[Start of section]
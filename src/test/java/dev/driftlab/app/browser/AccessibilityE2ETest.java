package dev.driftlab.app.browser;

import static org.assertj.core.api.Assertions.assertThat;

import java.time.Duration;
import java.util.ArrayList;
import java.util.LinkedHashMap;
import java.util.List;
import java.util.Map;
import org.junit.jupiter.api.AfterEach;
import org.junit.jupiter.api.Tag;
import org.junit.jupiter.api.Test;
import org.openqa.selenium.By;
import org.openqa.selenium.WebDriver;
import org.openqa.selenium.support.ui.WebDriverWait;
import org.springframework.boot.test.context.SpringBootTest;
import org.springframework.boot.test.web.server.LocalServerPort;

/**
 * axe-core (WCAG 2.1 A and AA rules) on every page of the app: none may have a serious or
 * critical violation. The pages are listed here so that a new page is added here too, the API page
 * among them (our own list of the OpenAPI document's operations, which replaced a bundled viewer
 * that failed button-name, label, select-name, nested-interactive and color-contrast).
 */
@Tag("e2e")
@SpringBootTest(webEnvironment = SpringBootTest.WebEnvironment.RANDOM_PORT)
class AccessibilityE2ETest {

    @LocalServerPort
    int port;

    private WebDriver browser;

    @AfterEach
    void close() {
        if (browser != null) {
            browser.quit();
        }
    }

    @Test
    void everyPage_hasNoSeriousOrCriticalAxeViolation() throws Exception {
        String base = "http://localhost:" + port;
        KidnapRuns.Pair runs = KidnapRuns.on(port);
        String edit = KidnapRuns.post(base + "/api/samples/storage-hall-kidnap.json/copy", "")
                .get("editToken")
                .asString();
        String doc = KidnapRuns.get(base + "/s/" + edit + "/export")
                .replaceFirst("\"name\"\\s*:\\s*\"", "\"name\": \"Second revision of ");
        KidnapRuns.post(base + "/api/s/" + edit + "/revisions?base=1&message=renamed", doc);
        // twelve seeds are more than one unit holds, so the run page shows its table of units
        // (checked while it runs, so a unit has a process and a progress bar part filled)
        long units = KidnapRuns.post(
                        base + "/api/s/" + edit + "/batches",
                        "{\"variants\":[\"base\"],\"firstSeed\":100,\"seedCount\":12}")
                .get("runs")
                .get(0)
                .get("id")
                .asLong();
        waitForUnits(base + "/s/" + edit + "/runs/" + units);
        // a suite of one sample with a profile, run to its report
        String suiteEdit = KidnapRuns.post(
                        base + "/api/suites",
                        "{\"name\": \"Checked suite\", \"seeds\": 1, \"scenarios\": [{\"link\": \"" + edit
                                + "\"}], \"profiles\": [{\"format\": \"driftlab-profile/1\", \"name\":"
                                + " \"fewer\", \"localizer\": {\"particles\": {\"count\": 100}}}]}")
                .get("editLink")
                .asString();
        String suiteRun = KidnapRuns.post(base + "/api/suites/" + suiteEdit + "/runs", "")
                .get("link")
                .asString();
        waitForSuiteRun(base + "/api/suite-runs/" + suiteRun);

        Map<String, String> pages = new LinkedHashMap<>();
        pages.put("home", "/");
        pages.put("scenario", "/s/" + edit);
        pages.put("history", "/s/" + edit + "/history");
        pages.put("revision compare", "/s/" + edit + "/compare?from=1&to=2");
        pages.put("editor", "/s/" + edit + "/editor");
        pages.put("run", "/r/" + runs.base());
        pages.put("player", "/r/" + runs.base() + "/play");
        pages.put("run report", "/r/" + runs.base() + "/report");
        pages.put("batch report", "/r/" + runs.base() + "/batch-report");
        pages.put("run compare report", "/r/" + runs.base() + "/compare?with=" + runs.other());
        pages.put("API", "/api-docs.html");
        pages.put("run with units", "/s/" + edit + "/runs/" + units);
        pages.put("workers", "/workers");
        pages.put("new suite", "/suites/new");
        pages.put("suite (edit link)", "/suites/" + suiteEdit);
        pages.put("suite run report", "/suite-runs/" + suiteRun);

        browser = Browser.open(1280, 900);
        List<String> found = new ArrayList<>();
        for (Map.Entry<String, String> page : pages.entrySet()) {
            browser.get(base + page.getValue());
            settle(page.getKey());
            for (String v : Axe.serious(browser)) {
                found.add(page.getKey() + " " + page.getValue() + ": " + v);
            }
        }
        KidnapRuns.post(base + "/api/s/" + edit + "/runs/" + units + "/cancel", "");
        assertThat(found).as("serious or critical axe violations").isEmpty();
    }

    /** Waits until a suite run has its report. */
    private static void waitForSuiteRun(String url) throws Exception {
        long deadline = System.nanoTime() + Duration.ofMinutes(3).toNanos();
        while (!KidnapRuns.json(url).get("state").asString().equals("finished")) {
            if (System.nanoTime() > deadline) {
                throw new IllegalStateException("suite run " + url + " did not finish within 3 minutes");
            }
            Thread.sleep(200);
        }
    }

    /** Waits until the run's page shows a unit taken by a process. */
    private static void waitForUnits(String url) throws Exception {
        long deadline = System.nanoTime() + Duration.ofMinutes(2).toNanos();
        while (!KidnapRuns.get(url).contains("<td>running</td>")) {
            if (System.nanoTime() > deadline) {
                throw new IllegalStateException("no unit of " + url + " started within 2 minutes");
            }
            Thread.sleep(100);
        }
    }

    /** The script-built pages are checked once they are built. */
    private void settle(String page) {
        WebDriverWait wait = new WebDriverWait(browser, Duration.ofSeconds(60));
        if (page.equals("editor")) {
            wait.until(d -> "true".equals(d.findElement(By.id("editor")).getDomAttribute("data-ready")));
        } else if (page.equals("workers")) {
            wait.until(
                    d -> !d.findElements(By.cssSelector("#workers-board table")).isEmpty());
        } else if (page.equals("player")) {
            wait.until(d -> "true".equals(d.findElement(By.id("player")).getDomAttribute("data-ready"))
                    && !d.findElements(By.cssSelector(".plot-data")).isEmpty());
        }
    }
}
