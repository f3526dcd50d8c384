package dev.driftlab.app.browser;

import java.nio.file.Files;
import java.nio.file.Path;
import java.time.Duration;
import org.junit.jupiter.api.Assumptions;
import org.openqa.selenium.OutputType;
import org.openqa.selenium.TakesScreenshot;
import org.openqa.selenium.WebDriver;
import org.openqa.selenium.chrome.ChromeDriver;
import org.openqa.selenium.chrome.ChromeDriverService;
import org.openqa.selenium.chrome.ChromeOptions;

/**
 * The real browser for end-to-end tests: Debian's headless Chromium driven through its own
 * chromedriver, nothing downloaded. Where Chromium is missing the tests skip with a printed reason,
 * except in CI ({@code CI=true}), where a missing browser fails them.
 */
public final class Browser {

    /** Where the system browser and its driver live. */
    public static final Path CHROMIUM = Path.of("/usr/bin/chromium");

    public static final Path CHROMEDRIVER = Path.of("/usr/bin/chromedriver");

    /** Screenshots taken by browser tests land here (a test artefact). */
    public static final Path SHOTS = Path.of("target", "e2e-screenshots");

    private Browser() {}

    /** Skips (or fails in CI) when the browser is not installed. */
    public static void requireInstalled() {
        boolean present = Files.isExecutable(CHROMIUM) && Files.isExecutable(CHROMEDRIVER);
        if (!present && "true".equalsIgnoreCase(System.getenv("CI"))) {
            throw new IllegalStateException("browser tests need " + CHROMIUM + " and " + CHROMEDRIVER
                    + " (apt-get install chromium chromium-driver); .ci/run installs them");
        }
        if (!present) {
            System.out.println("SKIPPED browser test: " + CHROMIUM + " or " + CHROMEDRIVER + " is not installed");
        }
        Assumptions.assumeTrue(present, "Chromium is not installed");
    }

    /** A fresh headless browser with its own empty profile (a fresh browser context). */
    public static WebDriver open(int width, int height) {
        requireInstalled();
        ChromeOptions options = new ChromeOptions();
        options.setBinary(CHROMIUM.toFile());
        options.addArguments(
                "--headless=new",
                "--no-sandbox",
                "--disable-gpu",
                "--disable-quic",
                "--no-first-run",
                "--disable-background-networking",
                "--disable-component-update",
                "--disable-sync",
                "--disable-dev-shm-usage",
                "--window-size=" + width + "," + height);
        ChromeDriverService service = new ChromeDriverService.Builder()
                .usingDriverExecutable(CHROMEDRIVER.toFile())
                .usingAnyFreePort()
                .build();
        WebDriver driver = new ChromeDriver(service, options);
        driver.manage().timeouts().pageLoadTimeout(Duration.ofSeconds(30));
        driver.manage().timeouts().scriptTimeout(Duration.ofSeconds(30));
        return driver;
    }

    /** Saves a screenshot under target/e2e-screenshots and returns its path. */
    public static Path screenshot(WebDriver driver, String name) {
        try {
            Files.createDirectories(SHOTS);
            Path file = SHOTS.resolve(name + ".png");
            Files.write(file, ((TakesScreenshot) driver).getScreenshotAs(OutputType.BYTES));
            return file;
        } catch (java.io.IOException e) {
            throw new java.io.UncheckedIOException(e);
        }
    }
}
[End of section]
WHAT YOU WILL DO
Using the data above, extract exactly the lines from the one that holds "public static void" to the one that holds "browser context). */", both ends included, and no others.

TASK SOLUTION
    public static void requireInstalled() {
        boolean present = Files.isExecutable(CHROMIUM) && Files.isExecutable(CHROMEDRIVER);
        if (!present && "true".equalsIgnoreCase(System.getenv("CI"))) {
            throw new IllegalStateException("browser tests need " + CHROMIUM + " and " + CHROMEDRIVER
                    + " (apt-get install chromium chromium-driver); .ci/run installs them");
        }
        if (!present) {
            System.out.println("SKIPPED browser test: " + CHROMIUM + " or " + CHROMEDRIVER + " is not installed");
        }
        Assumptions.assumeTrue(present, "Chromium is not installed");
    }

    /** A fresh headless browser with its own empty profile (a fresh browser context). */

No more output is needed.